The optimizers are switched when doing the training.
Initially, SGD (Stochastic Gradient Descent) with a small learning rate is used which helps to train the LM while avoiding “catastrophic forgetting”
When fine-tuning this to the target task, Adam: is used when training the model to adapt to the target task, since we’d like the LSTM and softmax layer to train fast in order to adapt to the target task.
Here is the comparative study of the authors’ approach compared against 5 other approaches of Transfer Learning on NLP, across 5 datasets.
The authors have also shared a comparative study of their approach Vs ULMFiT on different training dataset sizes, showing very promising results on smaller dataset sizes.
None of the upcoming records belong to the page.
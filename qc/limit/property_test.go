package limit

import (
	"math"
	"testing"

	"fluxwarden/rules"

	"pgregory.net/rapid"
)

// every test as a function of eight numbers, so that one property can go over all of them.
var every = []struct {
	name string
	of   func(x [8]float64, s *Sun, l *rules.Limits) rules.Outcome
	own  []int // the numbers without which there is nothing to say
}{
	{"albedo", func(x [8]float64, s *Sun, l *rules.Limits) rules.Outcome { return Albedo(x[0], x[1], x[2], x[3], s, l) }, []int{0}},
	{"closure", func(x [8]float64, s *Sun, l *rules.Limits) rules.Outcome { return Closure(x[0], x[1], x[2], s, l) }, []int{0, 1, 2}},
	{"diffuse ratio", func(x [8]float64, s *Sun, l *rules.Limits) rules.Outcome { return DiffuseRatio(x[0], x[1], s, l) }, []int{0, 1}},
	{"lw down", func(x [8]float64, _ *Sun, l *rules.Limits) rules.Outcome { return LWDownAir(x[0], x[1], l) }, []int{0, 1}},
	{"lw up", func(x [8]float64, _ *Sun, l *rules.Limits) rules.Outcome { return LWUpAir(x[0], x[1], l) }, []int{0, 1}},
	{"lw pair", func(x [8]float64, _ *Sun, l *rules.Limits) rules.Outcome { return LWPair(x[0], x[1], l) }, []int{0, 1}},
	{"night zero", func(x [8]float64, s *Sun, l *rules.Limits) rules.Outcome { return NightZero(x[0], 2, s, l) }, []int{0}},
	{"signal", func(x [8]float64, _ *Sun, _ *rules.Limits) rules.Outcome { return Signal(x[0], x[1], x[2]) }, []int{0}},
	{"body", func(x [8]float64, _ *Sun, l *rules.Limits) rules.Outcome { return BodyTemperature(x[0], x[1], l) }, []int{0}},
	{"possible", func(x [8]float64, s *Sun, l *rules.Limits) rules.Outcome {
		return WithinSun(x[0], -4, &l.Possible[rules.Global], s)
	}, []int{0}},
	{"rare", func(x [8]float64, s *Sun, l *rules.Limits) rules.Outcome {
		return WithinSun(x[0], -2, &l.Rare[rules.Direct], s)
	}, []int{0}},
	{"band", func(x [8]float64, _ *Sun, l *rules.Limits) rules.Outcome { return WithinBand(x[0], l.RareLW[0]) }, []int{0}},
	{"spike", func(x [8]float64, _ *Sun, l *rules.Limits) rules.Outcome {
		return Spike(x[0], x[1], x[2], x[3], x[4], x[5], l.SpikeWm2, true)
	}, []int{0, 1, 2}},
	{"stuck", func(x [8]float64, s *Sun, l *rules.Limits) rules.Outcome {
		return Stuck(&Run{x[0], 40}, rules.Global, s, l)
	}, []int{0}},
}

func drawn(t *rapid.T) (x [8]float64, s *Sun) {
	for i := range x {
		x[i] = rapid.OneOf(rapid.Float64Range(-50, 1500), rapid.Just(0.0), rapid.Just(-4.0)).Draw(t, "x")
	}
	s = sunAt(rapid.OneOf(rapid.Float64Range(0, 180), rapid.SampledFrom([]float64{75, 85, 90, 93, 96})).Draw(t, "zenith"))
	s.Hidden = rapid.Bool().Draw(t, "hidden")
	return x, s
}

// TestClosedOutcomes: for finite numbers the outcome is one of the list; a number that a test cannot do without makes it not
// applicable when it is absent; and no other absent one makes it run.
func TestClosedOutcomes(t *testing.T) {
	l := limits()
	rapid.Check(t, func(t *rapid.T) {
		x, s := drawn(t)
		for _, test := range every {
			if o := test.of(x, s, l); o == rules.NotRun || o >= rules.OutcomeCount {
				t.Fatalf("%s: outcome %v", test.name, o)
			}
			for _, i := range test.own {
				y := x
				y[i] = nan
				if o := test.of(y, s, l); o.Applied() {
					t.Fatalf("%s: %v although number %d of %v is absent", test.name, o, i, y)
				}
			}
			var none [8]float64
			for i := range none {
				none[i] = nan
			}
			if o := test.of(none, s, l); o.Applied() || o == rules.NotRun {
				t.Fatalf("%s: %v of nothing", test.name, o)
			}
		}
	})
}

// TestMonotone: a wider limit never turns a pass into a miss, and a value nearer to its bounds' middle never misses where one further
// out passes.
func TestMonotone(t *testing.T) {
	rapid.Check(t, func(t *rapid.T) {
		x, s := drawn(t)
		narrow, wide := limits(), limits()
		more := rapid.Float64Range(1, 3).Draw(t, "wider by")
		wide.ClosureHigh *= more
		wide.ClosureLow *= more
		wide.ClosureFloorWm2 *= more
		wide.DiffuseRatioHigh *= more
		wide.DiffuseRatioLow *= more
		wide.AlbedoOffsetWm2 += more
		wide.LWAirDownFactor /= more
		wide.LWAirDownAboveWm2 *= more
		wide.LWAirUpAboveK *= more
		wide.LWAirUpBelowK *= more
		wide.LWPairAboveWm2 *= more
		wide.LWPairBelowWm2 *= more
		wide.BodyFromAirK *= more
		wide.SpikeWm2 *= more
		wide.StuckMinutes *= more
		wide.StuckNightMinutes *= more
		for q := range wide.Possible {
			wide.Possible[q].Offset *= more
			wide.Rare[q].Factor *= more
		}
		wide.RareLW[0].High *= more
		for _, test := range every {
			if test.of(x, s, narrow) == rules.Pass && test.of(x, s, wide) == rules.Miss {
				t.Fatalf("%s: %v passes, and misses the wider limit", test.name, x)
			}
		}
		v, w := x[0], x[1]
		if math.Abs(v-100) > math.Abs(w-100) {
			v, w = w, v // v is nearer 100, which every one of these allows at any sun
		}
		allowed := &rules.SunLimit{Factor: 1.5, Power: 1.2, Offset: 100}
		if (v-100)*(w-100) >= 0 && WithinSun(w, -4, allowed, s) == rules.Pass && WithinSun(v, -4, allowed, s) != rules.Pass {
			t.Fatalf("%v passes at %v degrees and %v does not", w, s.ZenithDeg, v)
		}
	})
}

// TestLimitFallsWithTheSun: the lower the sun, the lower the limit; at night the offset remains.
func TestLimitFallsWithTheSun(t *testing.T) {
	l := limits()
	rapid.Check(t, func(t *rapid.T) {
		a, b := rapid.Float64Range(0, 180).Draw(t, "a"), rapid.Float64Range(0, 180).Draw(t, "b")
		if a > b {
			a, b = b, a
		}
		for q := range l.Possible {
			for _, limit := range []*rules.SunLimit{&l.Possible[q], &l.Rare[q]} {
				high, low := SunMax(limit, sunAt(a)), SunMax(limit, sunAt(b))
				if low > high || limit.Power > 0 && b > 90 && low != limit.Offset {
					t.Fatalf("%v: %v at %v degrees, %v at %v", rules.Quantity(q), high, a, low, b)
				}
			}
		}
	})
}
Conclusion & Personal thoughts:
The paper has discussed a few simple approaches and offered very competitive results against other Transfer Learning Techniques.
Especially, on smaller data-sub sets, this approach (as per the claim) even outperforms ULMFiT.
I’ve particularly liked the idea of defining an auxiliary loss. At the same time, doing Sequential Unfreezing: Something that I’ve learned in the fast.ai MOOC when working with Image tasks is another great idea highlighted in the paper. Intuitively, it might help with faster convergence.
On the contrary, I do not think that ULMFiT uses a “sophisticated” learning rate schedule, I think deploying the same along with the ideas in this paper would help with even faster convergence.
As a personal experiment, I’d definitely try out these approaches on smaller subsets of IMDB along with the one cycle scheduler from the fast.ai library.